Instructions for the task
Your answer should hold exactly the lines from the one with "check_element_balance(plain);" through the final line of the data below, reproduced as written.

[Entries taken from a collection]
= = = = =

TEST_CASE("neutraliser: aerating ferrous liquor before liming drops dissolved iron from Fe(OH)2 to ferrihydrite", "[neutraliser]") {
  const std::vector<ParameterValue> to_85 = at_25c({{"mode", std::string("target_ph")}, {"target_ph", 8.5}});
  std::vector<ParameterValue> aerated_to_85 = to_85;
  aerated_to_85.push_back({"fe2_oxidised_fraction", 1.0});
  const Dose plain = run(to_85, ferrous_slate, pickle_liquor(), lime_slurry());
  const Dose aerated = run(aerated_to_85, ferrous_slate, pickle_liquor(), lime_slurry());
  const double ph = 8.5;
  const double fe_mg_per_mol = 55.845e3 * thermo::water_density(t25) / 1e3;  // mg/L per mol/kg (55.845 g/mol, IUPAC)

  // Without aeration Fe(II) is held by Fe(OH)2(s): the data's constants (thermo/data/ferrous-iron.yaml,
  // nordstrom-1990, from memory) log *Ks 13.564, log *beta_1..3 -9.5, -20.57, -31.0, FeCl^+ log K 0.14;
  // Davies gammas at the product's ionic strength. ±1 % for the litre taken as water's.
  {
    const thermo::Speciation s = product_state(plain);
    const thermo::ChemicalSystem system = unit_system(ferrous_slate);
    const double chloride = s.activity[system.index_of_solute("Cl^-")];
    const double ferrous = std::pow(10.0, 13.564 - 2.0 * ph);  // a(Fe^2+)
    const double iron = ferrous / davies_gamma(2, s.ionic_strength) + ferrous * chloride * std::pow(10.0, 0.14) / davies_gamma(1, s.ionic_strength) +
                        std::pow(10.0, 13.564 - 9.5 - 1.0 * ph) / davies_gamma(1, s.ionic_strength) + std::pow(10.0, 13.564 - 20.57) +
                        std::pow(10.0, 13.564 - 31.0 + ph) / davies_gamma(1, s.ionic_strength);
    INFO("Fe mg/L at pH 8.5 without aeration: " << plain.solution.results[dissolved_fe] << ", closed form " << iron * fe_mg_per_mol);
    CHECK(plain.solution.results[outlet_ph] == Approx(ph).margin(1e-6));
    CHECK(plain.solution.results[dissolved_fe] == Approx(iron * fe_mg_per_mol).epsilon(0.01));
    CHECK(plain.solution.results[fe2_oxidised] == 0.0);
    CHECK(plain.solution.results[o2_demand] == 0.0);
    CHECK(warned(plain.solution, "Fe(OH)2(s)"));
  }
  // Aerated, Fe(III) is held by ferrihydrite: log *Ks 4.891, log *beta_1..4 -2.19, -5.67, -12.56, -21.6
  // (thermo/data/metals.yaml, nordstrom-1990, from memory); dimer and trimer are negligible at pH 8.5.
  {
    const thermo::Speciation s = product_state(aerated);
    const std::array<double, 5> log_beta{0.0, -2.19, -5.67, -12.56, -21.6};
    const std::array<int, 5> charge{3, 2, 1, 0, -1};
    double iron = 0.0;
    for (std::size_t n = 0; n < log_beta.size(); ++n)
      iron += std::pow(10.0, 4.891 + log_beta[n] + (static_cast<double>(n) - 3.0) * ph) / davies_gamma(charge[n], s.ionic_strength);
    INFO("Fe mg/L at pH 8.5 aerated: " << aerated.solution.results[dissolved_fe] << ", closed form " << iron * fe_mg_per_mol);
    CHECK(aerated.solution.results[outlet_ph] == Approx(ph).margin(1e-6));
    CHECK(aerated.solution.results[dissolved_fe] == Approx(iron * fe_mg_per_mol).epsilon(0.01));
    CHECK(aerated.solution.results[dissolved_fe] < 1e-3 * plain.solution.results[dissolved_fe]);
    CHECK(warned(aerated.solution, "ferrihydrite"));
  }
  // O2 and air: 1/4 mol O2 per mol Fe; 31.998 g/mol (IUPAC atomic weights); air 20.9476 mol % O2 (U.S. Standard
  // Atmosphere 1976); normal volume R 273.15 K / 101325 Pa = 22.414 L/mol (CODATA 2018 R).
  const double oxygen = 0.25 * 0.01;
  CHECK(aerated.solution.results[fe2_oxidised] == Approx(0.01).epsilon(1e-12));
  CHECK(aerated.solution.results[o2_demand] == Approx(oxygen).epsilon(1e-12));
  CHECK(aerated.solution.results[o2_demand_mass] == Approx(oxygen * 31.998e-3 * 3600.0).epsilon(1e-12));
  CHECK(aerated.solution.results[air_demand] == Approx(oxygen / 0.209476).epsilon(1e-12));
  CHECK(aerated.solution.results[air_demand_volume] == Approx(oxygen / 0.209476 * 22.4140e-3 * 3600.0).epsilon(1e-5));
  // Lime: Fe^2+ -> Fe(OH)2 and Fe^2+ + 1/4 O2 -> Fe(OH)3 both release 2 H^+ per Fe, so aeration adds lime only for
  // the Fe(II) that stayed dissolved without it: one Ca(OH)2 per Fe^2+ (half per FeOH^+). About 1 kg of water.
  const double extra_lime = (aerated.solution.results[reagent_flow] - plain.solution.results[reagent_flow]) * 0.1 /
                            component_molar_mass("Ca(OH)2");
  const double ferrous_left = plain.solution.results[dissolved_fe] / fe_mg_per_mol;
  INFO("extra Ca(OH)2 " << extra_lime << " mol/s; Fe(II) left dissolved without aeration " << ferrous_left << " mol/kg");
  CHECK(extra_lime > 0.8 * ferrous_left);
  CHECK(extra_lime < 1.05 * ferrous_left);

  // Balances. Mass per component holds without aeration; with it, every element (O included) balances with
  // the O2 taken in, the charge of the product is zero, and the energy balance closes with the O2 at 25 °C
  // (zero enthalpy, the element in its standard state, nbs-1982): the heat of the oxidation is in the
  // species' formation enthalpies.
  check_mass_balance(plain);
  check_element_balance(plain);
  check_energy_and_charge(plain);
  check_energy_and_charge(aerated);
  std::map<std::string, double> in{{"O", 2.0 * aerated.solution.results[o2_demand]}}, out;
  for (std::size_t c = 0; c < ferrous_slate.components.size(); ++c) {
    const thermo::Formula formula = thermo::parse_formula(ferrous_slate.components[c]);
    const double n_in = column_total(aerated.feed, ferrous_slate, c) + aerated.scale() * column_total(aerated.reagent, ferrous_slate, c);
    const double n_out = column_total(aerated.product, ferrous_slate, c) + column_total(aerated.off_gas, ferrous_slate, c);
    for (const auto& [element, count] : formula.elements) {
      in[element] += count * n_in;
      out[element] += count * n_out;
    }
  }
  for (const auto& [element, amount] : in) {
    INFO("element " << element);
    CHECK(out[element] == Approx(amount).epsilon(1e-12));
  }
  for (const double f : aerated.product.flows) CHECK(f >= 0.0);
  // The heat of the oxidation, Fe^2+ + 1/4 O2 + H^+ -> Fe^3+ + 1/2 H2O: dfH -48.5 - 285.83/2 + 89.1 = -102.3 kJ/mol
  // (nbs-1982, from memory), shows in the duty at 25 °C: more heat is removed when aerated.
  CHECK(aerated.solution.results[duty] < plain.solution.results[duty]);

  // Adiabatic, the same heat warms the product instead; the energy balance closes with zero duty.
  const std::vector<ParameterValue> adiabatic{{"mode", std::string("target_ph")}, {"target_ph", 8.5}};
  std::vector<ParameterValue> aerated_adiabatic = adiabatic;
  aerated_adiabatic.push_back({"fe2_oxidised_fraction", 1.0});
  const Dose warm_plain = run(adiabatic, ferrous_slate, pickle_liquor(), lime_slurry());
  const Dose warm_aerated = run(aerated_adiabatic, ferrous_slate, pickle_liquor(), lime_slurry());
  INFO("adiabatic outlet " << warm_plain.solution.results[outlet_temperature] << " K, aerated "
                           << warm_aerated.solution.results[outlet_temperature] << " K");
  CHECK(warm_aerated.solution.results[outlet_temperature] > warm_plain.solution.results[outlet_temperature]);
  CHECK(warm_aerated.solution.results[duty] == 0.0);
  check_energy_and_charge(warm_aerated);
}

= = = = =

Response to the task
  check_element_balance(plain);
  check_energy_and_charge(plain);
  check_energy_and_charge(aerated);
  std::map<std::string, double> in{{"O", 2.0 * aerated.solution.results[o2_demand]}}, out;
  for (std::size_t c = 0; c < ferrous_slate.components.size(); ++c) {
    const thermo::Formula formula = thermo::parse_formula(ferrous_slate.components[c]);
    const double n_in = column_total(aerated.feed, ferrous_slate, c) + aerated.scale() * column_total(aerated.reagent, ferrous_slate, c);
    const double n_out = column_total(aerated.product, ferrous_slate, c) + column_total(aerated.off_gas, ferrous_slate, c);
    for (const auto& [element, count] : formula.elements) {
      in[element] += count * n_in;
      out[element] += count * n_out;
    }
  }
  for (const auto& [element, amount] : in) {
    INFO("element " << element);
    CHECK(out[element] == Approx(amount).epsilon(1e-12));
  }
  for (const double f : aerated.product.flows) CHECK(f >= 0.0);
  // The heat of the oxidation, Fe^2+ + 1/4 O2 + H^+ -> Fe^3+ + 1/2 H2O: dfH -48.5 - 285.83/2 + 89.1 = -102.3 kJ/mol
  // (nbs-1982, from memory), shows in the duty at 25 °C: more heat is removed when aerated.
  CHECK(aerated.solution.results[duty] < plain.solution.results[duty]);

  // Adiabatic, the same heat warms the product instead; the energy balance closes with zero duty.
  const std::vector<ParameterValue> adiabatic{{"mode", std::string("target_ph")}, {"target_ph", 8.5}};
  std::vector<ParameterValue> aerated_adiabatic = adiabatic;
  aerated_adiabatic.push_back({"fe2_oxidised_fraction", 1.0});
  const Dose warm_plain = run(adiabatic, ferrous_slate, pickle_liquor(), lime_slurry());
  const Dose warm_aerated = run(aerated_adiabatic, ferrous_slate, pickle_liquor(), lime_slurry());
  INFO("adiabatic outlet " << warm_plain.solution.results[outlet_temperature] << " K, aerated "
                           << warm_aerated.solution.results[outlet_temperature] << " K");
  CHECK(warm_aerated.solution.results[outlet_temperature] > warm_plain.solution.results[outlet_temperature]);
  CHECK(warm_aerated.solution.results[duty] == 0.0);
  check_energy_and_charge(warm_aerated);
}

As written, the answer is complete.